I like the sound of a "where am I" forum - we're off to Spain / Portugal early January through until end of March(ish) and it would be great to meet up with other MHFers.

I generally use internet cafes for the big browsing stuff and a mobile connection for email etc. (to get it onto the laptop....); this year I've got a "pay as you go" BT Openzone account at 20p per minute. The BT Openzone website does say that the roaming charges are "instead of" as opposed to "additional to", but I'm a bit suspicious as that means charges in France would be less than half those in the UK 8O 

Mike


----------



## ianhibs (May 1, 2005)

Hi all

I think that Kijana and Artona have the bones of a really good idea here. A dedicated forum/blog (I didn't know you could you could update a blog by email) which showed country, town and possibly a GPS position and/or a mobile telephone number should be fairly easy to operate.

MikeJ
I think if you look at my earlier post you will see that that the roaming charges are in addition to BT's 20p - at least that's what they told me. I have been looking at an alternative. see Orange - France

If my French is correct you can buy a 2 hour pass for example for 10 euros but, unlike BT, you can use it during a period of 30 days. If you had 6 sessions of say 20 minutes (enough for a few emails, checking the bank and 5 minutes on Skype perhaps), That'll cost £1.20 a go.

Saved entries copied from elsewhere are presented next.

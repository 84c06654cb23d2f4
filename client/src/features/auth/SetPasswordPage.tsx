import { Link } from 'react-router-dom';
import { AuthFrame } from './AuthFrame';

export default function SetPasswordPage() {
  return (
    <AuthFrame title="Set your password" footer={<Link to="/sign-in" className="text-accent underline">Back to sign-in</Link>}>
      <p className="text-sm text-ink-soft">Ask an administrator for a reset link.</p>
    </AuthFrame>
  );
}
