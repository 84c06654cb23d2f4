import { Link } from 'react-router-dom';
import { AuthFrame } from './AuthFrame';

export default function ForgotPasswordPage() {
  return (
    <AuthFrame title="Forgot your password?" footer={<Link to="/sign-in" className="text-accent underline">Back to sign-in</Link>}>
      <p className="text-sm text-ink-soft">Ask an administrator for a reset link.</p>
    </AuthFrame>
  );
}
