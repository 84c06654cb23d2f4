import type { ReactNode } from 'react';
import { useDocumentTitle } from '../../lib/useDocumentTitle';
import { Wordmark } from '../../app/Wordmark';

/** The frame of the public pages (sign-in, password links): a single calm card on the page background. */
export function AuthFrame({ title, children, footer }: { title: string; children: ReactNode; footer?: ReactNode }) {
  useDocumentTitle(title);
  return (
    <div className="flex min-h-screen flex-col items-center justify-center px-4 py-10">
      <div className="w-full max-w-sm">
        <Wordmark className="mb-6" />
        <main className="rounded-lg border border-line bg-surface p-6 shadow-sm">
          <h1 className="mb-4 text-lg font-semibold">{title}</h1>
          {children}
        </main>
        {footer ? <div className="mt-4 text-center text-sm text-ink-soft">{footer}</div> : null}
        <p className="mt-8 text-center text-xs text-ink-faint">Loadline · factor-model risk for portfolio teams</p>
      </div>
    </div>
  );
}
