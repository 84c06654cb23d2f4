import { Model } from 'objection';

export class OutboxMessage extends Model {
  static tableName = 'outbox_messages';

  id!: number;
  received_at!: Date;
  from_address!: string;
  to_address!: string;
  subject!: string;
  text!: string;
  html!: string | null;
}
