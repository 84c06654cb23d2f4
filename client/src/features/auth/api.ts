import { useMutation, useQuery, useQueryClient } from '@tanstack/react-query';
import type { PublicUser, SignInBody, SignInResponse } from '@shared/schemas/auth';
import { api, ApiError } from '../../lib/api';

export const sessionKeys = {
  me: ['session', 'me'] as const,
};

/** The signed-in user, or null when there is no valid session (401). */
export function useSession() {
  return useQuery({
    queryKey: sessionKeys.me,
    queryFn: async (): Promise<PublicUser | null> => {
      try {
        return await api.get<PublicUser>('/auth/me');
      } catch (error) {
        if (error instanceof ApiError && error.status === 401) return null;
        throw error;
      }
    },
    staleTime: 5 * 60_000,
  });
}

export function useSignIn() {
  const queryClient = useQueryClient();
  return useMutation({
    mutationFn: (body: SignInBody) => api.post<SignInResponse>('/auth/sign-in', body),
    onSuccess: (answer) => {
      // A new session: nothing cached for the previous user may leak into it.
      queryClient.clear();
      queryClient.setQueryData(sessionKeys.me, answer.user);
    },
  });
}

export function useSignOut() {
  const queryClient = useQueryClient();
  return useMutation({
    mutationFn: () => api.post<{ ok: true }>('/auth/sign-out'),
    onSettled: () => {
      queryClient.clear();
      queryClient.setQueryData(sessionKeys.me, null);
    },
  });
}
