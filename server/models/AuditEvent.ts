import { Model } from 'objection';

export class AuditEvent extends Model {
  static tableName = 'audit_events';

  id!: number;
  at!: Date;
  actor_id!: number | null;
  actor_email!: string | null;
  action!: string;
  object_type!: string | null;
  object_id!: string | null;
  ip!: string | null;
  details!: Record<string, unknown>;
}
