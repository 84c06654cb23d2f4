import { Model } from 'objection';
import type { Estimator, ModelRunParameters } from '../../shared/schemas/modelRuns';

export type RunStatus = 'queued' | 'running' | 'succeeded' | 'failed' | 'cancelled';
export type Lifecycle = 'draft' | 'approved' | 'retired';

/** One background fit (migrations/20261202020100_model_runs.ts). */
export class ModelRun extends Model {
  static tableName = 'model_runs';

  id!: number;
  label!: string;
  estimator!: Estimator;
  parameters!: ModelRunParameters;
  status!: RunStatus;
  progress_stage!: string | null;
  progress_iteration!: number | null;
  progress_log_likelihood!: number | null;
  progress_fraction!: number;
  heartbeat_at!: Date | null;
  error!: string | null;
  job_id!: string | null;
  worker!: string | null;
  attempts!: number;
  cancel_requested_at!: Date | null;
  created_by!: number;
  created_at!: Date;
  updated_at!: Date;
  started_at!: Date | null;
  finished_at!: Date | null;
  fit_seconds!: number | null;
  lifecycle!: Lifecycle;
  approved_by!: number | null;
  approved_at!: Date | null;
  approval_comment!: string | null;
  retired_by!: number | null;
  retired_at!: Date | null;
  retire_comment!: string | null;

  static get jsonAttributes() {
    return ['parameters'];
  }

  $beforeUpdate() {
    this.updated_at = new Date();
  }
}
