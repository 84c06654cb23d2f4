import { useForm } from 'react-hook-form';
import { zodResolver } from '@hookform/resolvers/zod';
import { Link, Navigate, useNavigate, useSearchParams } from 'react-router-dom';
import { SignInBodySchema, type SignInBody } from '@shared/schemas/auth';
import type { Role } from '@shared/schemas/common';
import { Field } from '../../components/Field';
import { Button } from '../../components/Button';
import { ErrorAlert } from '../../components/Alert';
import { ROLE_HOME } from '../../app/navigation';
import { useSession, useSignIn } from './api';
import { AuthFrame } from './AuthFrame';

/** Only same-site paths are followed after sign-in (never `//other.host`). */
function safeNext(next: string | null): string | null {
  return next && next.startsWith('/') && !next.startsWith('//') && !next.startsWith('/sign-in') ? next : null;
}

function homeFor(role: Role, next: string | null): string {
  return safeNext(next) ?? ROLE_HOME[role];
}

export default function SignInPage() {
  const [params] = useSearchParams();
  const navigate = useNavigate();
  const session = useSession();
  const signIn = useSignIn();
  const form = useForm<SignInBody>({ resolver: zodResolver(SignInBodySchema), defaultValues: { email: '', password: '' } });
  const { errors } = form.formState;

  if (session.data) return <Navigate to={homeFor(session.data.role, params.get('next'))} replace />;

  const submit = form.handleSubmit((body) =>
    signIn.mutate(body, { onSuccess: (answer) => navigate(homeFor(answer.user.role, params.get('next')), { replace: true }) }),
  );

  return (
    <AuthFrame title="Sign in" footer={<Link to="/forgot-password" className="text-accent underline">Forgot your password?</Link>}>
      <form onSubmit={submit} noValidate className="flex flex-col gap-4">
        {signIn.isError ? <ErrorAlert error={signIn.error} /> : null}
        {params.get('reset') === 'done' ? <p className="rounded-md bg-ok-soft px-3 py-2 text-sm text-ok">Your password is set. Sign in with it.</p> : null}
        <Field label="E-mail" error={errors.email?.message}>
          <input type="email" autoComplete="username" autoFocus className="field-input" {...form.register('email')} />
        </Field>
        <Field label="Password" error={errors.password?.message}>
          <input type="password" autoComplete="current-password" className="field-input" {...form.register('password')} />
        </Field>
        <Button type="submit" variant="primary" disabled={signIn.isPending} className="mt-1 w-full">
          {signIn.isPending ? 'Signing in…' : 'Sign in'}
        </Button>
      </form>
    </AuthFrame>
  );
}
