import { Model } from 'objection';

/** One upload of return series or asset metadata: who, when, which file, options, counts and outcome. */
export class ImportBatch extends Model {
  static tableName = 'import_batches';

  id!: number;
  ref!: string;
  user_id!: number | null;
  user_email!: string | null;
  kind!: 'returns' | 'asset-metadata';
  file_name!: string;
  file_size!: number;
  sha256!: string;
  options!: Record<string, unknown>;
  status!: 'previewed' | 'committed' | 'rejected' | 'failed';
  frequency!: string | null;
  rows_read!: number;
  inserted!: number;
  replaced!: number;
  skipped!: number;
  rejected!: number;
  assets_created!: number;
  problem_count!: number;
  warning_count!: number;
  problems!: unknown[];
  summary!: Record<string, unknown>;
  duration_ms!: number | null;
  created_at!: Date;
  committed_at!: Date | null;
}
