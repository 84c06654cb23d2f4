import { Model, type StaticHookArguments } from 'objection';
import { usersChanged } from '../auth/userCache';
import type { Role } from '../../shared/schemas/common';

export class User extends Model {
  static tableName = 'users';

  id!: number;
  email!: string;
  name!: string;
  password_hash!: string | null;
  role!: Role;
  active!: boolean;
  sessions_valid_after!: Date;
  last_sign_in_at!: Date | null;
  created_at!: Date;
  updated_at!: Date;

  // Signed-in users are kept in memory per process (server/auth/userCache.ts): a change drops them here at once; a
  // database trigger tells the other processes.
  static afterUpdate({ transaction }: StaticHookArguments<User>) {
    usersChanged(transaction);
  }

  static afterDelete({ transaction }: StaticHookArguments<User>) {
    usersChanged(transaction);
  }

  $beforeUpdate() {
    this.updated_at = new Date();
  }

  /** The public view of a user: never the password hash. */
  toPublic() {
    return { id: this.id, email: this.email, name: this.name, role: this.role };
  }
}
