import { Model } from 'objection';

/** The stored outcome of a succeeded run; numeric arrays are little-endian Float64 bytea (see modelStore.ts). */
export class ModelResult extends Model {
  static tableName = 'model_results';
  static idColumn = 'run_id';

  run_id!: number;
  method!: 'fa' | 'ppca' | 'sample' | 'ledoit-wolf';
  assets!: number;
  observations!: number;
  factors!: number;
  periods_per_year!: number;
  asset_ids!: number[];
  asset_symbols!: string[];
  dates!: string[];
  data_sha256!: string;
  mean!: Buffer;
  loadings!: Buffer | null;
  specific_variance!: Buffer | null;
  covariance!: Buffer | null;
  factor_scores!: Buffer | null;
  log_likelihood!: number | null;
  diagnostics!: Record<string, unknown>;
  created_at!: Date;

  static get jsonAttributes() {
    return ['diagnostics'];
  }
}
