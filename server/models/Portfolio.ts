import { Model } from 'objection';

/** A fund or a benchmark portfolio (see migrations/20261202030100_portfolios.ts for access rules). */
export class Portfolio extends Model {
  static tableName = 'portfolios';

  id!: number;
  name!: string;
  kind!: 'fund' | 'benchmark';
  owner_id!: number;
  benchmark_portfolio_id!: number | null;
  description!: string;
  base_currency!: string;
  input_mode!: 'weights' | 'market-values';
  created_at!: Date;
  updated_at!: Date;

  $beforeUpdate() {
    this.updated_at = new Date();
  }
}
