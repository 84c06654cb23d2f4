import { Model } from 'objection';

/** The stored dataset's settings (one row, id 1): its frequency and the kind of return stored. */
export class Dataset extends Model {
  static tableName = 'datasets';

  id!: number;
  name!: string;
  frequency!: 'daily' | 'weekly' | 'monthly' | null;
  return_kind!: 'simple';
}
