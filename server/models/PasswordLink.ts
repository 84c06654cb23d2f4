import { Model } from 'objection';
import type { PasswordLinkPurpose } from '../../shared/schemas/users';

export class PasswordLink extends Model {
  static tableName = 'password_links';

  id!: number;
  user_id!: number;
  purpose!: PasswordLinkPurpose;
  token_hash!: string;
  expires_at!: Date;
  used_at!: Date | null;
  created_at!: Date;
}
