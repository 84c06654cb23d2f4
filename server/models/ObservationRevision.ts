import { Model } from 'objection';

/** The old and new value of an observation an import replaced. */
export class ObservationRevision extends Model {
  static tableName = 'observation_revisions';

  id!: number;
  batch_id!: number;
  asset_id!: number;
  date!: string;
  old_value!: number;
  new_value!: number;
}
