import { useMutation, useQuery, useQueryClient } from '@tanstack/react-query';
import type { PublicUser, SignInBody, SignInResponse } from '@shared/schemas/auth';
import type { ChangePasswordBody, PasswordLinkInfo, PasswordResetRequestBody, SetPasswordBody } from '@shared/schemas/users';
import { api, ApiError } from '../../lib/api';

export const sessionKeys = {
  me: ['session', 'me'] as const,
  passwordLink: ['session', 'password-link'] as const,
};

/** The signed-in user, or null when there is no valid session (401). */
export function useSession() {
  return useQuery({
    queryKey: sessionKeys.me,
    queryFn: async (): Promise<PublicUser | null> => {
      try {
        return await api.get<PublicUser>('/auth/me');
      } catch (error) {
        if (error instanceof ApiError && error.status === 401) return null;
        throw error;
      }
    },
    staleTime: 5 * 60_000,
  });
}

export function useSignIn() {
  const queryClient = useQueryClient();
  return useMutation({
    mutationFn: (body: SignInBody) => api.post<SignInResponse>('/auth/sign-in', body),
    onSuccess: (answer) => {
      // A new session: nothing cached for the previous user may leak into it.
      queryClient.clear();
      queryClient.setQueryData(sessionKeys.me, answer.user);
    },
  });
}

export function useSignOut() {
  const queryClient = useQueryClient();
  return useMutation({
    mutationFn: () => api.post<{ ok: true }>('/auth/sign-out'),
    onSettled: () => {
      queryClient.clear();
      queryClient.setQueryData(sessionKeys.me, null);
    },
  });
}

/** POST /api/auth/password-reset: answers 202 whether or not the address exists (it never tells). */
export function useRequestPasswordReset() {
  return useMutation({ mutationFn: (body: PasswordResetRequestBody) => api.post<{ ok: true }>('/auth/password-reset', body) });
}

/** POST /api/auth/password-link: who the link is for and until when (400 when used, replaced or expired). */
export function usePasswordLink(token: string | null) {
  return useQuery({
    queryKey: [...sessionKeys.passwordLink, token] as const,
    queryFn: () => api.post<PasswordLinkInfo>('/auth/password-link', { token }),
    enabled: !!token,
    staleTime: Infinity,
  });
}

/** POST /api/auth/set-password: uses the link once; earlier sessions of that user end. */
export function useSetPassword() {
  return useMutation({ mutationFn: (body: SetPasswordBody) => api.post<{ ok: true; email: string }>('/auth/set-password', body) });
}

/** POST /api/auth/password: changes your own password; other sessions end, this one gets a fresh cookie. */
export function useChangePassword() {
  const queryClient = useQueryClient();
  return useMutation({
    mutationFn: (body: ChangePasswordBody) => api.post<SignInResponse>('/auth/password', body),
    onSuccess: (answer) => queryClient.setQueryData(sessionKeys.me, answer.user),
  });
}
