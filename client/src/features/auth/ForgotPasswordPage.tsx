import { useForm } from 'react-hook-form';
import { zodResolver } from '@hookform/resolvers/zod';
import { Link } from 'react-router-dom';
import { PasswordResetRequestBodySchema, type PasswordResetRequestBody } from '@shared/schemas/users';
import { Field } from '../../components/Field';
import { Button } from '../../components/Button';
import { Alert, ErrorAlert } from '../../components/Alert';
import { AuthFrame } from './AuthFrame';
import { useRequestPasswordReset } from './api';

export default function ForgotPasswordPage() {
  const request = useRequestPasswordReset();
  const form = useForm<PasswordResetRequestBody>({ resolver: zodResolver(PasswordResetRequestBodySchema), defaultValues: { email: '' } });
  const submit = form.handleSubmit((body) => request.mutate(body));
  return (
    <AuthFrame title="Reset your password" footer={<Link to="/sign-in" className="text-accent underline">Back to sign-in</Link>}>
      {request.isSuccess ? (
        <Alert tone="ok" title="Check your mail">
          If {form.getValues('email')} belongs to an active Loadline account, a message with a one-time link to choose a new password is on its way. The link expires soon; ask
          again if it does.
        </Alert>
      ) : (
        <form onSubmit={submit} noValidate className="flex flex-col gap-4">
          <p className="text-sm text-ink-soft">Give the e-mail you sign in with. We send a one-time link to choose a new password.</p>
          {request.isError ? <ErrorAlert error={request.error} /> : null}
          <Field label="E-mail" error={form.formState.errors.email?.message}>
            <input type="email" autoComplete="username" autoFocus className="field-input" {...form.register('email')} />
          </Field>
          <Button type="submit" variant="primary" disabled={request.isPending} className="w-full">
            Send the link
          </Button>
        </form>
      )}
    </AuthFrame>
  );
}
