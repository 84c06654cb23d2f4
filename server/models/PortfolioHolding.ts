import { Model } from 'objection';

/** One holding: a normalised weight (a portfolio's weights sum to one) and, when entered so, its market value. */
export class PortfolioHolding extends Model {
  static tableName = 'portfolio_holdings';

  id!: number;
  portfolio_id!: number;
  asset_id!: number;
  position!: number;
  weight!: number;
  market_value!: number | null;
}
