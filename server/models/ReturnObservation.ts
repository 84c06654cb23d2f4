import { Model } from 'objection';

/** One stored simple return: (asset, date) → value. Written only by the import service. */
export class ReturnObservation extends Model {
  static tableName = 'return_observations';
  static idColumn = ['asset_id', 'date'];

  asset_id!: number;
  /** ISO date string (DATE columns stay strings, see server/db/knex.ts). */
  date!: string;
  value!: number;
}
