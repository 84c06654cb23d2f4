import { Model } from 'objection';

export class ApiToken extends Model {
  static tableName = 'api_tokens';

  id!: number;
  user_id!: number;
  name!: string;
  token_hash!: string;
  prefix!: string;
  expires_at!: Date | null;
  last_used_at!: Date | null;
  revoked_at!: Date | null;
  created_at!: Date;
}
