import { Model } from 'objection';

/** One instrument whose return series Loadline stores (symbol unique). */
export class Asset extends Model {
  static tableName = 'assets';

  id!: number;
  symbol!: string;
  name!: string;
  sector!: string | null;
  country!: string | null;
  currency!: string | null;
  asset_class!: string | null;
  last_batch_id!: number | null;
  created_at!: Date;
  updated_at!: Date;
}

Anyway, Mike, I would ask you to post on this topic while you're away to let us know how easy/difficult you have found access to the internet.

Cheers

Ian


----------



## artona (Jan 19, 2006)

Hi Ian

No problem updating blog via email. This is a test one I have set up to demonstate. 
Try posting on it by sending an email to [email protected]

then view the blog here

give it a few minutes to update if required. If you have viewed the blog prior to posting you might have to refresh your screen.

I have just sent an email from the email link in this post and it was instantly put onto blog.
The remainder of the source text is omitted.